I tasted it and immediately I had red flags go up in my mind, the bottles I tried(had to make sure) definitely tasted homemade and not completely divorced from methanol
I dunno, as I understand it getting enough methanol to kill from bad distilling is possible, but really easy to avoid. Even the most amateur distiller could avoid it... and they would probably avoid it since corpses are lousy repeat customers.
No, my guess would be is that someone in the supply chain was doing some minor fraud by adding some industrial ethanol and water to the the whisky. Add a bucks worth of industrial ethanol to a gallon of whiskey and boom, now you have two gallons of whiskey. It's gonna be mixed into drinks and sold to drunk tourists, and it probably tasted like crap to begin with, so who's gonna notice a slightly shittier flavor? Except this time somebody screwed up and got some de-natured alcohol rather then pure ethanol.
Industrial ethanol? It is still just ethanol. It is not more poisonous because it is "industrial".
When referring to "industrial alcohol" it always means methanol in that context.
And for industrial purposes fermentation is still the way to make ethanol, rather than chemical synthesis.
Finally, what is denatured alcohol even supposed to mean? Proteins can denature, but they are complex molecules. Alcohol cannot denature.

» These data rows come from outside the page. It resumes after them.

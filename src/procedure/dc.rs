//! DC operating points kept in the notebook: B+, bias, cathode and anode voltages, and with a
//! resistor the current through it (Ohm's law, I = V / R) and the power it dissipates
//! (P = V^2 / R), against the part's rating when one is given.
//!
//! These readings are taken with a meter inside the amplifier, at lethal voltages: the command
//! that records them says so every time.

use crate::error::{Error, Result};
use crate::warning::WarningCode as C;
use serde::{Deserialize, Serialize};

/// Resistors run above this share of their rating are worth a warning: common practice derates
/// resistors in a valve amplifier to about half their rating for life and stability.
pub const DERATE_SHARE: f64 = 0.5;

/// One DC reading.
#[derive(Debug, Clone, PartialEq, Serialize, Deserialize)]
pub struct DcPoint {
    pub name: String,
    /// Volts across the part (or to ground, for a node), as read.
    pub volts: f64,
    /// The resistor the voltage was read across, ohm.
    #[serde(default, skip_serializing_if = "Option::is_none")]
    pub ohms: Option<f64>,
    /// Through that resistor, mA (Ohm's law).
    #[serde(default, skip_serializing_if = "Option::is_none")]
    pub current_ma: Option<f64>,
    /// Dissipated in it, W (V^2 / R).
    #[serde(default, skip_serializing_if = "Option::is_none")]
    pub dissipation_w: Option<f64>,
    /// Its power rating, W, when given.
    #[serde(default, skip_serializing_if = "Option::is_none")]
    pub rating_w: Option<f64>,
    /// Dissipating more than its rating.
    #[serde(default)]
    pub overstressed: bool,
}

/// A label's DC operating points.
#[derive(Debug, Clone, PartialEq, Serialize, Deserialize)]
pub struct DcResult {
    pub points: Vec<DcPoint>,
    #[serde(default)]
    pub warnings: Vec<crate::warning::Warning>,
}

/// The caution shown whenever DC points are recorded.
pub const CAUTION: &str = "DC readings inside a valve amplifier are taken at lethal voltages, also after switch-off (charged capacitors): one hand, insulated probes clipped on with the power off, the dummy load connected; follow local codes and licensed practice.";

fn bad(what: &str, text: &str, why: &str) -> Error {
    Error::InvalidSetting(format!("{what} `{text}`: {why}"))
}

/// A number with an optional SI multiplier (k, M for ohms; m for millivolts), e.g. `4.7k`.
fn number(s: &str) -> Option<f64> {
    let s = s.trim();
    let (body, mult) = match s.chars().last()? {
        'k' | 'K' => (&s[..s.len() - 1], 1e3),
        'M' => (&s[..s.len() - 1], 1e6),
        'm' => (&s[..s.len() - 1], 1e-3),
        _ => (s, 1.0),
    };
    let v: f64 = body.trim().parse().ok()?;
    (v.is_finite()).then_some(v * mult)
}

fn name_of(what: &str, text: &str, name: &str) -> Result<String> {
    let name = name.trim();
    if name.is_empty() || name.chars().count() > 40 {
        return Err(bad(
            what,
            text,
            "the name must be 1 to 40 characters, e.g. B+ or R7",
        ));
    }
    if name.chars().any(|c| c.is_control()) {
        return Err(bad(what, text, "the name holds a control character"));
    }
    Ok(name.to_string())
}

/// `NAME=VOLTS` or `NAME=VOLTS@OHMS` (e.g. `B+=365`, `R7=2.1@1k`).
pub fn parse_point(text: &str) -> Result<(String, f64, Option<f64>)> {
    let what = "--point";
    let (name, rest) = text.split_once('=').ok_or_else(|| {
        bad(
            what,
            text,
            "write NAME=VOLTS or NAME=VOLTS@OHMS, e.g. B+=365 or R7=2.1@1k",
        )
    })?;
    let name = name_of(what, text, name)?;
    let (v, r) = match rest.split_once('@') {
        Some((v, r)) => (v, Some(r)),
        None => (rest, None),
    };
    let volts = number(v).ok_or_else(|| bad(what, text, "the voltage is not a number"))?;
    if volts.abs() > 10_000.0 {
        return Err(bad(
            what,
            text,
            "a reading over 10 kV is no valve amplifier's (a typo?)",
        ));
    }
    let ohms = match r {
        None => None,
        Some(r) => {
            let ohms =
                number(r).ok_or_else(|| bad(what, text, "the resistance is not a number"))?;
            if !(ohms > 0.0 && ohms <= 1e9) {
                return Err(bad(
                    what,
                    text,
                    "the resistance must lie above 0 and up to 1 Gohm",
                ));
            }
            Some(ohms)
        }
    };
    Ok((name, volts, ohms))
}

/// `NAME=W` (e.g. `R7=2`).
pub fn parse_rating(text: &str) -> Result<(String, f64)> {
    let what = "--max-w";
    let (name, w) = text
        .split_once('=')
        .ok_or_else(|| bad(what, text, "write NAME=WATTS, e.g. R7=2"))?;
    let name = name_of(what, text, name)?;
    let w = number(w).ok_or_else(|| bad(what, text, "the rating is not a number"))?;
    if !(w > 0.0 && w <= 10_000.0) {
        return Err(bad(what, text, "a rating must lie above 0 and up to 10 kW"));
    }
    Ok((name, w))
}

/// The points with their currents and dissipations, each rating checked.
pub fn operating_points(
    points: Vec<(String, f64, Option<f64>)>,
    ratings: Vec<(String, f64)>,
) -> Result<DcResult> {
    if points.is_empty() {
        return Err(Error::InvalidSetting(
            "give at least one --point NAME=VOLTS".into(),
        ));
    }
    let mut out: Vec<DcPoint> = Vec::new();
    let mut warnings = Vec::new();
    for (name, volts, ohms) in points {
        if out.iter().any(|p| p.name == name) {
            return Err(Error::InvalidSetting(format!(
                "--point {name} is given twice; give each point once"
            )));
        }
        out.push(DcPoint {
            current_ma: ohms.map(|r| 1000.0 * volts / r),
            dissipation_w: ohms.map(|r| volts * volts / r),
            name,
            volts,
            ohms,
            rating_w: None,
            overstressed: false,
        });
    }
    for (name, w) in ratings {
        let Some(p) = out.iter_mut().find(|p| p.name == name) else {
            return Err(Error::InvalidSetting(format!(
                "--max-w {name}: no --point {name} to rate; give its voltage and resistor as --point {name}=VOLTS@OHMS"
            )));
        };
        let Some(d) = p.dissipation_w else {
            return Err(Error::InvalidSetting(format!(
                "--max-w {name}: the point has no resistor, so its dissipation is unknown; write --point {name}=VOLTS@OHMS"
            )));
        };
        p.rating_w = Some(w);
        if d > w {
            p.overstressed = true;
            warnings.push(C::OverRating.say(format!(
                "{name} dissipates {d:.3} W, over its {w} W rating: fit a part rated for it before running the amplifier again"
            )));
        } else if d > DERATE_SHARE * w {
            warnings.push(C::OverRating.say(format!(
                "{name} dissipates {d:.3} W, {:.0} % of its {w} W rating: common practice runs resistors at about half their rating",
                100.0 * d / w
            )));
        }
    }
    Ok(DcResult {
        points: out,
        warnings,
    })
}

impl DcResult {
    /// One line: each point with its current and dissipation.
    pub fn headline(&self) -> String {
        self.points
            .iter()
            .map(|p| match (p.ohms, p.current_ma, p.dissipation_w) {
                (Some(r), Some(i), Some(w)) => format!(
                    "{} {:.2} V over {} ohm: {:.2} mA, {:.3} W{}",
                    crate::notebook::printable(&p.name),
                    p.volts,
                    r,
                    i,
                    w,
                    if p.overstressed { " (OVER RATING)" } else { "" }
                ),
                _ => format!("{} {:.1} V", crate::notebook::printable(&p.name), p.volts),
            })
            .collect::<Vec<_>>()
            .join("; ")
    }
}
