//! Finding where a stimulus sits in a capture.

use crate::analysis::spectrum::{fast_length_up, SpectrumPlanner};
use realfft::num_complex::Complex64;

/// The lag (samples, negative when the capture started after the stimulus file did) that best
/// aligns `reference[start..start + len]` with `capture`, searched over `-start..=max_lag`, by FFT
/// cross-correlation; with the normalised correlation at that lag (1 for a perfect copy).
pub fn find_latency(
    capture: &[f64],
    reference: &[f64],
    start: usize,
    len: usize,
    max_lag: usize,
) -> Option<(isize, f64)> {
    let len = len.min(reference.len().saturating_sub(start));
    if len == 0 {
        return None;
    }
    let r = &reference[start..start + len];
    let c_len = (start + len + max_lag).min(capture.len());
    let c = &capture[..c_len];
    let n = fast_length_up(c_len + len);
    let planner = SpectrumPlanner::new();
    let (fwd, inv) = (planner.forward(n), planner.inverse(n));
    let spec = |x: &[f64]| -> Vec<Complex64> {
        let mut buf = vec![0.0; n];
        buf[..x.len()].copy_from_slice(x);
        let mut out = fwd.make_output_vec();
        fwd.process(&mut buf, &mut out)
            .expect("sizes match the plan");
        out
    };
    let (rs, cs) = (spec(r), spec(c));
    let mut prod: Vec<Complex64> = cs.iter().zip(&rs).map(|(a, b)| a * b.conj()).collect();
    prod[0].im = 0.0;
    if let Some(l) = prod.last_mut() {
        l.im = 0.0;
    }
    let mut corr = vec![0.0; n];
    inv.process(&mut prod, &mut corr)
        .expect("sizes match the plan");
    // corr[k] = sum_i r[i] c[i + k]; lag = k - start.
    let k_max = c_len.saturating_sub(len);
    let (k, v) = corr[..=k_max.min(n - 1)]
        .iter()
        .enumerate()
        .max_by(|a, b| a.1.total_cmp(b.1))?;
    let e_r: f64 = r.iter().map(|v| v * v).sum();
    let e_c: f64 = c[k..(k + len).min(c_len)].iter().map(|v| v * v).sum();
    let rho = v / n as f64 / (e_r * e_c).sqrt().max(1e-300);
    Some((k as isize - start as isize, rho))
}
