def test_sheet_names_surface_machine_spec_sources_and_dates(
    histories: dict[str, History], capsys: pytest.CaptureFixture[str]
) -> None:
    from printcheck.spec import find_spec
    from printcheck.wording import target_lines

    h = histories["plain"]
    page, path, _ = _sheet(capsys, h, "--no-pdf")
    assert path.name == "sheet-lathe-1_front-way.html"  # the machine's "/" is no folder
    assert page.fields["machine"] == "lathe-1" and page.fields["surface"] == "front-way"
    assert page.headings[0] == ("h1", "Job sheet: front-way")
    assert page.fields["spec"] == SPEC
    # the spec's title, and every target with the source the spec itself gives for it
    spec = find_spec(SPEC)
    assert spec.title in page.text
    lines = target_lines(spec)
    assert lines and all(t.source for t in lines)
    rows = page.text
    for t in lines:
        assert f"{t.label} {t.words} {t.source}" in rows, t
    # first and last pass: the dates the history gives (the renderer's EXIF times)
    passes = _progress(capsys, h)["passes"]
    assert page.fields["first"] == passes[0]["taken"][:10]
    assert page.fields["last"] == passes[-1]["taken"][:10]
    verdict = {True: "meets", False: "does not meet"}[passes[-1]["meets"]]
    assert page.fields["verdict"].startswith(f"pass 6 {verdict} {SPEC}")
    # the sign-off: who scraped, who checked, each with a date, blank lines to sign on
    assert "Scraped by Date" in page.text and "Checked by Date" in page.text
    signoff = path.read_text(encoding="utf-8").split('id="signoff"')[1]
    assert signoff.count('<td class="line"></td>') == 2
    assert signoff.count('<td class="date"></td>') == 2


@pytest.mark.parametrize("job", ["plain", "stations"])
def test_one_verdict_line_per_pass_and_station_as_the_history_has_them(
    job: str, histories: dict[str, History], capsys: pytest.CaptureFixture[str]
) -> None:
    h = histories[job]
    page, _, _ = _sheet(capsys, h, "--no-pdf")
    progress = _progress(capsys, h)
    words = {True: "meets", False: "does not meet", None: "not judged"}
    expected: list[tuple[str, str | None, str, str, str]] = []
    for p in progress["passes"]:
        expected.append(
            (str(p["pass"]), None, words[p["meets"]], f"{p['density']:.1f}",
             f"{p['bearing_percent']:.1f} %")
        )  # fmt: skip
        for s in p.get("stations", []):
            expected.append(
                (str(p["pass"]), s["station"], words[s["meets"]], f"{s['density']:.1f}",
                 f"{s['bearing_percent']:.1f} %")
            )  # fmt: skip
    got = [
        (
            r["attrs"]["data-pass"],
            r["attrs"].get("data-station"),
            r["attrs"]["data-verdict"],
            r["cells"][3],
            r["cells"][4],
        )
        for r in page.rows
        if "data-verdict" in r["attrs"]
    ]
    assert got == expected
    assert len(progress["passes"]) == 6
    if job == "stations":
        assert len(got) == 6 * (1 + len(STATIONS))
        # the worst station is the one the history names
        for p in progress["passes"]:
            row = next(
                r
                for r in page.rows
                if r["attrs"]["data-pass"] == str(p["pass"])
                and r["attrs"].get("data-station") == p["worst_station"]
            )
            assert "(worst)" in row["cells"][2]
    else:
        assert len(got) == 6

I am sorry, but what you write does not make any sense.
Denatured ethanol has denatonium benzoate in it, yes it's a strange word which I suspect primarily serves a legislative purpose. If it had been denatured alcohol, nobody would have died, it would have just tasted bitter.
easy to avoid if you want to avoid it.
I think you have a higher regard for the stringent ethics of poverty-stricken moonshiners than I do.
but what you're saying certainly could have happened also.
Looks like the headline was updated to 5 deaths now. What a tragic end to what should have been a fun and memorable night out.